FWIW I understand that on transport aircraft (and indeed any aircraft designed for long periods of straight&level cruising) the wing incidence is chosen such that the rear fuselage is aligned to the airflow to reduce drag, and the airflow has significant downwash aft of the wings as a result of generating all that lift. Thus the aeroplane "sits" nose-up. This does mean that the forward fuselage has a significant angle of attack, but the drag produced by that is less than the drag that would be produced by the rear fuselage if flown with the fuselage in a level attitude. Obviously as the fuel is burned off the required wing AoA reduces, and that's why for VERY long ranges the optimum approach is to cruise-climb so that the required AoA increases at the same rate as the fuel-burn decreases it (if you see what I mean).

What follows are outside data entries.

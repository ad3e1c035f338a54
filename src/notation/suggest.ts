/**
 * "Did you mean …?": the nearest of the known names, and the product that a run-together word may stand for.
 * Pure functions on strings; import nothing.
 */

/** Words longer than this get no suggestion: the cost grows with the square of the length. */
const LONGEST = 64;

/** Edits (insert, delete, replace, swap of neighbours) from one word to another. */
export function editDistance(a: string, b: string): number {
  let before: number[] = [];
  let last = Array.from({ length: b.length + 1 }, (_, j) => j);
  for (let i = 1; i <= a.length; i++) {
    const row = [i];
    for (let j = 1; j <= b.length; j++) {
      const same = a[i - 1] === b[j - 1] ? 0 : 1;
      let best = Math.min(row[j - 1]! + 1, last[j]! + 1, last[j - 1]! + same);
      if (i > 1 && j > 1 && a[i - 1] === b[j - 2] && a[i - 2] === b[j - 1]) best = Math.min(best, before[j - 2]! + 1);
      row.push(best);
    }
    [before, last] = [last, row];
  }
  return last[b.length]!;
}

/**
 * The known name nearest to the word, or undefined when none is near: at most a third of its letters differ (one of
 * two), and a single letter only in case. Among equals the one with the same first letter wins, then the first.
 */
export function nearest(word: string, known: Iterable<string>): string | undefined {
  if (word.length > LONGEST) return undefined;
  const lower = word.toLowerCase();
  const allowed = word.length === 2 ? 1 : Math.floor(word.length / 3);
  let best: string | undefined;
  let bestCost = Number.POSITIVE_INFINITY;
  for (const name of known) {
    if (name.length > LONGEST || name === word) continue;
    const distance = editDistance(lower, name.toLowerCase());
    if (distance > allowed) continue;
    const cost = 2 * distance + (name[0]?.toLowerCase() === lower[0] ? 0 : 1);
    if (cost < bestCost) [best, bestCost] = [name, cost];
  }
  return best;
}

/** `c0M` as known names side by side (`c0 M`), when there is such a reading. */
export function splitWord(word: string, isKnown: (name: string) => boolean): string | undefined {
  if (word.length > LONGEST) return undefined;
  const readings: (string | undefined)[] = ['', ...Array.from({ length: word.length }, () => undefined)];
  for (let end = 1; end <= word.length; end++) {
    for (let start = 0; start < end; start++) {
      const head = readings[start];
      const piece = word.slice(start, end);
      if (head === undefined || !(isKnown(piece) || (start === 0 && /^[0-9]+$/.test(piece)))) continue;
      readings[end] = head === '' ? piece : `${head} ${piece}`;
      break;
    }
  }
  const reading = readings[word.length];
  return reading === word ? undefined : reading;
}
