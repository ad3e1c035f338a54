// The layer rule: a file in src/ imports only from its own folder or from the floors below it (docs/architecture.md).
// Also: nerdamer and algebrite are imported in src/cas only, and no source file has more than 450 lines.
import { readdirSync, readFileSync } from 'node:fs';
import { dirname, join, relative, resolve } from 'node:path';
import { fileURLToPath } from 'node:url';

const src = join(dirname(fileURLToPath(import.meta.url)), '../src');
/** Ground floor first; a folder may import those named after it. */
const FLOORS = {
  algebra: [],
  notation: ['algebra'],
  tensor: ['algebra', 'notation'],
  geometry: ['algebra', 'notation', 'tensor'],
  mechanics: ['algebra', 'geometry'],
  scalartensor: ['algebra', 'notation', 'geometry', 'mechanics'],
  cas: ['algebra'],
  '.': ['algebra', 'notation', 'tensor', 'geometry', 'mechanics', 'scalartensor', 'cas'],
  compare: ['algebra', 'notation', 'geometry', 'mechanics', '.'],
  emit: ['algebra', 'notation', 'tensor', 'geometry', 'mechanics', 'scalartensor', 'cas', '.', 'compare'],
  cli: ['algebra', 'notation', 'tensor', 'geometry', 'mechanics', 'scalartensor', 'cas', '.', 'compare', 'emit'],
};
/** Files at the top of src that stand above everything. */
const ROOF = new Set(['index.ts', 'bin.ts']);
const faults = [];
const files = readdirSync(src, { recursive: true }).filter((f) => f.endsWith('.ts'));
for (const file of files) {
  const text = readFileSync(join(src, file), 'utf8');
  const folder = file.includes('/') ? file.split('/')[0] : '.';
  if (!(folder in FLOORS)) faults.push(`src/${file}: the folder '${folder}' has no floor in .tools/layers.mjs`);
  const lines = text.split('\n').length;
  if (lines > 450) faults.push(`src/${file}: ${lines} lines; is it one noun?`);
  for (const [, target] of text.matchAll(/(?:from|import)\s*\(?\s*'([^']+)'/g)) {
    if (/^(nerdamer|algebrite)/.test(target) && folder !== 'cas')
      faults.push(`src/${file}: only src/cas may import ${target}`);
    if (!target.startsWith('.') || ROOF.has(file)) continue;
    const there = relative(src, resolve(join(src, dirname(file)), target));
    const floor = there.includes('/') ? there.split('/')[0] : '.';
    if (floor !== folder && !FLOORS[folder]?.includes(floor)) faults.push(`src/${file}: must not import ${target}`);
  }
}
for (const fault of faults) console.error(fault);
console.log(`layers: ${files.length} files, ${faults.length} faults`);
process.exit(faults.length > 0 ? 1 : 0);
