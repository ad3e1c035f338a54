/** The polynomial that a parsed scalar expression means in a ring. */
import { monomial, type Poly, sum } from '../algebra/poly.js';
import type { Ring } from '../algebra/ring.js';
import type { ScalarSum } from './theory.js';

/**
 * @param rename maps a name in the text to a generator of the ring; by default they are the same.
 * @throws Error when the ring lacks a generator; ExponentLimitError beyond ±511.
 */
export const polyOfScalar = (ring: Ring, scalar: ScalarSum, rename: (name: string) => string = (n) => n): Poly =>
  sum(
    ring,
    scalar.map(({ coefficient, powers }) =>
      monomial(
        ring,
        coefficient,
        powers.map(([name, exponent]) => [rename(name), exponent] as const),
      ),
    ),
  );
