/**
 * Laurent monomials in named symbols, and sums of them. Invariant (`isCanonicalScalar`): powers sorted by name without zero
 * exponents, coefficients non-zero and in lowest terms, no two terms with equal powers, terms sorted by `comparePowers`.
 */
import {
  addRational,
  isCanonicalRational,
  multiplyRational,
  ONE,
  powerRational,
  type Rational,
} from '../algebra/rational.js';
import type { ScalarSum, ScalarTerm } from './theory.js';

type Powers = ScalarTerm['powers'];

/** The monomial 1. */
export const UNIT: ScalarTerm = Object.freeze({ coefficient: ONE, powers: Object.freeze([]) });

const compareNames = (a: string, b: string): number => (a < b ? -1 : a > b ? 1 : 0);

/** One total order: by the names from the first on, then by exponent, shorter first. */
export function comparePowers(a: Powers, b: Powers): number {
  for (let i = 0; i < a.length && i < b.length; i++) {
    const [nameA, exponentA] = a[i]!;
    const [nameB, exponentB] = b[i]!;
    const order = compareNames(nameA, nameB) || exponentB - exponentA;
    if (order !== 0) return order;
  }
  return a.length - b.length;
}

/** Text that is equal exactly for equal powers. */
export const powersKey = (powers: Powers): string => powers.map(([name, exponent]) => `${name}^${exponent}`).join(' ');

export const constantTerm = (coefficient: Rational): ScalarTerm => ({ coefficient, powers: [] });
export const symbolTerm = (name: string): ScalarTerm => ({ coefficient: ONE, powers: [[name, 1]] });

export function multiplyScalarTerms(a: ScalarTerm, b: ScalarTerm): ScalarTerm {
  const coefficient = multiplyRational(a.coefficient, b.coefficient);
  if (a.powers.length === 0) return { coefficient, powers: b.powers };
  if (b.powers.length === 0) return { coefficient, powers: a.powers };
  const powers: (readonly [string, number])[] = [];
  let j = 0;
  for (const power of a.powers) {
    while (j < b.powers.length && b.powers[j]![0] < power[0]) powers.push(b.powers[j++]!);
    const other = b.powers[j];
    if (other?.[0] !== power[0]) powers.push(power);
    else {
      j++;
      if (power[1] + other[1] !== 0) powers.push([power[0], power[1] + other[1]]);
    }
  }
  for (; j < b.powers.length; j++) powers.push(b.powers[j]!);
  return { coefficient, powers };
}

/**
 * term^n for an integer n.
 * @throws RangeError when the coefficient is 0 and n negative.
 */
export function powerScalarTerm(term: ScalarTerm, n: number): ScalarTerm {
  if (n === 0) return UNIT;
  const powers = term.powers.map(([name, exponent]) => [name, exponent * n] as const);
  return { coefficient: powerRational(term.coefficient, n), powers };
}

/** Like terms collected, in canonical order. */
export function collectScalars(terms: readonly ScalarTerm[]): ScalarSum {
  const byPowers = new Map<string, ScalarTerm>();
  for (const term of terms) {
    const key = powersKey(term.powers);
    const before = byPowers.get(key);
    const coefficient = before === undefined ? term.coefficient : addRational(before.coefficient, term.coefficient);
    byPowers.set(key, { coefficient, powers: term.powers });
  }
  return [...byPowers.values()]
    .filter((term) => term.coefficient.num !== 0n)
    .sort((a, b) => comparePowers(a.powers, b.powers));
}

/** Whether a sum keeps the invariant of this module. */
export function isCanonicalScalar(sum: ScalarSum): boolean {
  return sum.every(({ coefficient, powers }, i) => {
    const sorted = powers.every(([name, n], j) => n !== 0 && (j === 0 || compareNames(powers[j - 1]![0], name) < 0));
    const ordered = i === 0 || comparePowers(sum[i - 1]!.powers, powers) < 0;
    return sorted && ordered && coefficient.num !== 0n && isCanonicalRational(coefficient);
  });
}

Someone mentioned using fuselage lift as a contribution to the overall lift - actually you don't want to do this. The reason is simply that the fuselage is very bad at developing lift because it has such a tiny aspect ratio. So each pound of lift (on old money) that you get from the fuselage produces about 30 times the induced drag that you'd get by developing the same amount of lift from the wings. So you really, really want the fuselage to be as close as possible to zero lift coefficient, and that could also be why the wing incidence is chosen to get zero AoA on as much of the fuselage as possible in the cruise.